(Collected data entries)
import type { PlaceableMaterial } from '../catalogue/placeable-material.ts';
import { ofOwn } from './new-entry.ts';
import type { EntryPart } from './survey-document.ts';

/** The heat of an own material's version in force. */
export interface NewerHeat {
  /** Id of the material. */
  readonly material: string;
  readonly version: number;
  readonly net_heat_MJ_kg: number;
  readonly low_MJ_kg: number;
  readonly high_MJ_kg: number;
  readonly heat_source: string;
  /** What else the version says of the material. */
  readonly known: Pick<EntryPart, 'cellulosic' | 'soot_yield' | 'co_yield'>;
}

/** The versions in force by material; built-in materials have none. */
export function heatsInForce(materials: readonly PlaceableMaterial[]): ReadonlyMap<string, NewerHeat> {
  return new Map(
    materials.flatMap(({ key, own, net_heat_MJ_kg, low_MJ_kg, high_MJ_kg, ...material }) =>
      own === undefined || own === null
        ? []
        : [
            [
              key,
              {
                material: key,
                version: own.version,
                net_heat_MJ_kg,
                low_MJ_kg,
                high_MJ_kg,
                heat_source: own.heat_source.slice(0, 500),
                known: ofOwn(material),
              },
            ] as const,
          ],
    ),
  );
}

/** The part with the newer heat in it; null where it has none to take. */
export function newerPart(part: EntryPart, inForce: ReadonlyMap<string, NewerHeat>): EntryPart | null {
  if (part.material === null || part.material_version === null) return null;
  const newer = inForce.get(part.material);
  if (newer === undefined || newer.version <= part.material_version) return null;
  const { version, net_heat_MJ_kg, low_MJ_kg, high_MJ_kg, heat_source, known } = newer;
  const { cellulosic: _, soot_yield: _soot, co_yield: _co, ...kept } = part;
  return { ...kept, material_version: version, net_heat_MJ_kg, low_MJ_kg, high_MJ_kg, heat_source, ...known };
}
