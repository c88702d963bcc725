import type { Entry, Opening, Room } from './survey-document.ts';

/** A length as refusals say it: metres with two decimals, three where the millimetres matter. */
export function metres(value_m: number): string {
  const millimetres = Math.round(value_m * 1000);
  return `${(millimetres / 1000).toFixed(millimetres % 10 === 0 ? 2 : 3)} m`;
}

export function squareMetres(value_m2: number): string {
  return `${value_m2.toFixed(2)} m²`;
}

/** “Paint shop” */
export function nameOf(row: Pick<Room, 'name'>): string {
  return quoted(row.name);
}

/** door “Stage door”, or just door when it has no label. */
export function openingWords(opening: Pick<Opening, 'kind' | 'label'>): string {
  return opening.label === '' ? opening.kind : `${opening.kind} ${quoted(opening.label)}`;
}

export function entryWords(entry: Pick<Entry, 'label'>): string {
  return quoted(entry.label);
}

/** “A”, “B” and 3 more */
export function listed(names: readonly string[]): string {
  const shown = names.slice(0, 3);
  const more = names.length - shown.length;
  if (more > 0) return `${shown.join(', ')} and ${more} more`;
  return shown.length < 2 ? shown.join('') : `${shown.slice(0, -1).join(', ')} and ${shown.at(-1) ?? ''}`;
}

/** Long names are cut, so that a sentence stays a sentence. */
export function quoted(text: string): string {
  const characters = [...text];
  return `“${characters.length > 60 ? `${characters.slice(0, 59).join('')}…` : text}”`;
}
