/** Groups the rows of a document's map by a field, once per map: maps never change, so the answer is kept with them. */
export function groupBy<R>(
  keyOf: (row: R) => string,
): (rows: ReadonlyMap<string, R>) => ReadonlyMap<string, readonly R[]> {
  const known = new WeakMap<ReadonlyMap<string, R>, ReadonlyMap<string, readonly R[]>>();
  return (rows) => {
    const found = known.get(rows);
    if (found !== undefined) return found;
    const groups = new Map<string, R[]>();
    for (const row of rows.values()) {
      const key = keyOf(row);
      const group = groups.get(key);
      if (group === undefined) groups.set(key, [row]);
      else group.push(row);
    }
    known.set(rows, groups);
    return groups;
  };
}
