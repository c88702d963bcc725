import { moistureWetBasis } from '../methods/heat/moisture-wet-basis.ts';
import { DraftRefused } from './draft-refused.ts';
import type { MoistureDraft } from './drafts/moisture-draft.ts';
import type { Workbook } from './workbook.ts';

const MOST_WET_PCT = 95;

/** Water per wet mass, kg/kg, from a stated moisture; 0 where none is stated. */
export function wetShare(book: Workbook, moisture: MoistureDraft | undefined, pointer: string): number {
  if (moisture === undefined || moisture.pct === 0) return 0;
  const share =
    moisture.per === 'wet'
      ? moisture.pct / 100
      : book.run(moistureWetBasis, { u: moisture.pct / 100 }, { at: `${pointer}/pct` }, { origins: { u: 'given' } });
  if (share > MOST_WET_PCT / 100)
    throw DraftRefused.at(
      `${pointer}/pct`,
      'too_wet',
      `Water is at most ${MOST_WET_PCT} % of the wet mass. If the sheet gives it per dry mass, say so.`,
    );
  return share;
}
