import type { z } from 'zod/mini';
import { materialDraftSchema, type MaterialDraft } from './material-draft.ts';
import type { MaterialFault } from './material-fault.ts';

export type ParsedMaterialDraft =
  | { readonly ok: true; readonly draft: MaterialDraft }
  | { readonly ok: false; readonly faults: readonly MaterialFault[] };

/** Fields by their last name; a field that is not here is called “this field”. */
const WORDS: Readonly<Record<string, string>> = {
  label: 'the name',
  source: 'where the figures are from',
  formula: 'the formula',
  formation_kJ_mol: 'the enthalpy of formation in kJ/mol',
  enthalpy_kJ: 'the enthalpy of the equation in kJ',
  heat_kJ_mol: 'the heat of one mole in kJ/mol',
  moles: 'the moles of fuel in the equation',
  water_equivalent_MJ_K: 'the water equivalent in MJ/K',
  benzoic_MJ_kg: 'the certified heat of the benzoic acid in MJ/kg',
  mass_kg: 'the mass in kg',
  rise_K: 'the corrected temperature rise in K',
  fuse_MJ: 'the heat of fuse, thread and paper in MJ',
  acid_MJ: 'the heat of the acid in MJ',
  aid_kg: 'the mass of benzoic acid added in kg',
  left_out: 'why the run does not count',
  hydrogen_pct: 'hydrogen in %',
  carbon_pct: 'carbon in %',
  oxygen_pct: 'oxygen in %',
  nitrogen_pct: 'nitrogen in %',
  sulfur_pct: 'sulfur in %',
  chlorine_pct: 'chlorine in %',
  ash_pct: 'ash in %',
  water_kg_kg: 'the condensate in kg per kg',
  pct: 'the moisture in %',
  heat_MJ: 'the heat in MJ',
  low_MJ: 'the low heat in MJ',
  high_MJ: 'the high heat in MJ',
  mass_pct: 'the share by mass in %',
  inert_pct: 'the share that does not burn in %',
  material: 'the material',
  parts: 'the materials',
  runs: 'the runs',
  density_kg_m3: 'the density in kg/m³',
  radiative_fraction: 'the radiative fraction',
  soot_yield: 'the soot yield',
  co_yield: 'the yield of carbon monoxide',
  points: 'the points of the curve',
  specimen_m2: 'the exposed area in m²',
  burnt_kg: 'the mass that burnt in kg',
};

/** Reads anything that claims to be the draft of a material and lists every field that does not fit, in plain words. */
export function parseMaterialDraft(candidate: unknown): ParsedMaterialDraft {
  const parsed = materialDraftSchema.safeParse(candidate, { reportInput: true });
  if (parsed.success) return { ok: true, draft: parsed.data };
  return { ok: false, faults: parsed.error.issues.flatMap(faultsOf) };
}

function faultsOf(issue: z.core.$ZodIssue): MaterialFault[] {
  if (issue.code === 'unrecognized_keys')
    return issue.keys.map((key) => ({
      pointer: pointerTo([...issue.path, key]),
      code: 'unknown_field',
      message: `“${key.slice(0, 80)}” does not belong to this way. Remove it.`,
    }));
  return [{ pointer: pointerTo(issue.path), code: issue.code, message: sentence(issue, wordsFor(issue.path)) }];
}

function sentence(issue: z.core.$ZodIssue, words: string): string {
  const missing = issue.input === undefined || issue.input === '';
  switch (issue.code) {
    case 'invalid_type':
      if (missing) return `Enter ${words}.`;
      return issue.expected === 'number' || issue.expected === 'int'
        ? `Enter ${words} as a number, like 12.5.`
        : `Enter ${words}.`;
    case 'too_small':
      if (issue.origin === 'string') return `Enter ${words}.`;
      if (issue.origin === 'array') return `Give at least ${issue.minimum} of ${words}.`;
      return `Enter ${words} ${issue.inclusive === false ? 'above' : 'of at least'} ${issue.minimum}.`;
    case 'too_big':
      if (issue.origin === 'string') return `Use at most ${issue.maximum} characters for ${words}.`;
      if (issue.origin === 'array') return `Give at most ${issue.maximum} of ${words}.`;
      return `Enter ${words} of at most ${issue.maximum}. Check the unit.`;
    case 'invalid_value':
      return `Choose one of: ${issue.values.map(String).join(', ')}.`;
    case 'invalid_union':
      return 'Choose what applies here.';
    default:
      return `Check ${words}.`;
  }
}

function wordsFor(path: readonly PropertyKey[]): string {
  const names = path.filter((step): step is string => typeof step === 'string');
  return WORDS[names.at(-1) ?? ''] ?? 'this field';
}

function pointerTo(path: readonly PropertyKey[]): string {
  return path.map((step) => `/${String(step).replaceAll('~', '~0').replaceAll('/', '~1')}`).join('');
}
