import type { SurveyDocument } from './survey-document.ts';

/** A survey in which nothing has been drawn yet. */
export function newSurveyDocument(surveyId: string): SurveyDocument {
  return {
    surveyId,
    sequence: 0,
    storeys: new Map(),
    corners: new Map(),
    rooms: new Map(),
    openings: new Map(),
    entries: new Map(),
  };
}
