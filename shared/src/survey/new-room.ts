import type { Room } from './survey-document.ts';
import { UNKNOWN_LINING, UNKNOWN_PROTECTION } from './unknown-protection.ts';

/** A room as it starts: the storey's height, nothing known of its use, lining or protection. */
export function newRoom(
  given: Pick<Room, 'id' | 'storey_id' | 'name' | 'ring'> & Partial<Omit<Room, 'id' | 'storey_id' | 'name' | 'ring'>>,
): Room {
  return {
    holes: [],
    height_m: null,
    use: null,
    lining: UNKNOWN_LINING,
    protection: UNKNOWN_PROTECTION,
    rating_min: null,
    danger_of_activation: null,
    measured_floor_area_m2: null,
    compartment_floor_m2: null,
    bounded_by_rated_construction: null,
    roof_vents_m2: 0,
    roof_vents_state: 'open',
    notes: '',
    assumptions: null,
    photos: [],
    to_do: '',
    ...given,
  };
}
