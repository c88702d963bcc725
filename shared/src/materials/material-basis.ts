import { checkBasis, type BasisCheck } from '../chemistry/basis-check.ts';
import { combustionProducts } from '../chemistry/combustion-products.ts';
import { basisDetector } from '../methods/chemistry/basis-detector.ts';
import { netDry } from '../methods/heat/net-dry.ts';
import { basisProposal } from './basis-proposal.ts';
import { compareHeat } from './compare-heat.ts';
import type { Composition } from './composition.ts';
import type { MaterialBasis } from './derived-material.ts';
import type { MaterialWay } from './material-draft.ts';
import type { WayHeat } from './way-heat.ts';
import type { Workbook } from './workbook.ts';

/** What the check says before anybody took a proposal over. */
export type FoundBasis = Pick<MaterialBasis, 'finding' | 'text' | 'perOxygen_MJ_kg' | 'proposal'>;

/**
 * Holds a way's net heat against the oxygen its composition takes up, then against what else is known of it; nothing is
 * changed. Null where there is nothing to hold it against.
 */
export function materialBasis(book: Workbook, way: MaterialWay, heat: WayHeat): FoundBasis | null {
  if (!(heat.net_MJ_kg > 0)) return null;
  const byOxygen = heat.composition === null ? null : oxygenBasis(book, way, heat, heat.composition);
  // A slip in the moles explains more than anything else; what else the oxygen finds, a like material explains better.
  if (byOxygen?.finding === 'wrong-mole-basis') return byOxygen;
  const compared = compareHeat(heat);
  return compared === null ? byOxygen : { ...compared, perOxygen_MJ_kg: byOxygen?.perOxygen_MJ_kg ?? null };
}

function oxygenBasis(book: Workbook, way: MaterialWay, heat: WayHeat, composition: Composition): FoundBasis {
  const { atoms, mass_g, by } = composition;
  const dry =
    heat.state === 'received' && heat.water !== null
      ? netDry.run({ H_ar: heat.net_MJ_kg, w: heat.water })
      : heat.net_MJ_kg;
  const net = dry * mass_g;
  const covered = combustionProducts(atoms).ok;
  if (covered)
    book.outputs(basisDetector, { ...atoms, net }, { at: heat.pointer }, ['perOxygen'], {
      steps: by === 'elements' ? [{ text: 'Per 100 g of dry material instead of one mole' }] : [],
    });
  const check = checkBasis(atoms, net);
  const found = (finding: BasisCheck['finding'], text: string, factor: number | null): FoundBasis => ({
    finding,
    text,
    perOxygen_MJ_kg: check.perOxygen,
    proposal: factor === null ? null : basisProposal(heat, factor),
  });
  if (check.finding !== 'wrong-mole-basis' || check.factor === null)
    return found(check.finding, check.text, check.factor);
  // An enthalpy of formation is one term of a sum: no factor on the result mends it.
  if (way === 'formula')
    return found('implausible', `${timesText(check.factor, composition)} Check ${heat.suspects}.`, null);
  return found(
    'wrong-mole-basis',
    way === 'equation'
      ? `${timesText(check.factor, composition)} ${check.text} Check ${heat.suspects}.`
      : `${timesText(check.factor, composition)} Something was counted too often or too seldom: check ${heat.suspects}.`,
    factorOnNet(heat, check.factor),
  );
}

/** Measured gross, a slip is one of the gross heat: the heat in the water stays what it is. */
function factorOnNet({ measured, net_MJ_kg, gross_MJ_kg }: WayHeat, factor: number): number {
  if (measured === 'net' || gross_MJ_kg === null) return factor;
  return (factor * gross_MJ_kg - (gross_MJ_kg - net_MJ_kg)) / net_MJ_kg;
}

function timesText(factor: number, { name }: Composition): string {
  return factor < 1
    ? `By the oxygen that ${name} takes up, this heat is about ${Math.round(1 / factor)} times as high as it can be.`
    : `By the oxygen that ${name} takes up, this heat is only about 1/${factor} of what it should be.`;
}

▶ WHAT IS NEEDED: Within the records above, find every line holding the word "carbon" and give the total as a bare number.

▶ TASK OUTPUT: 2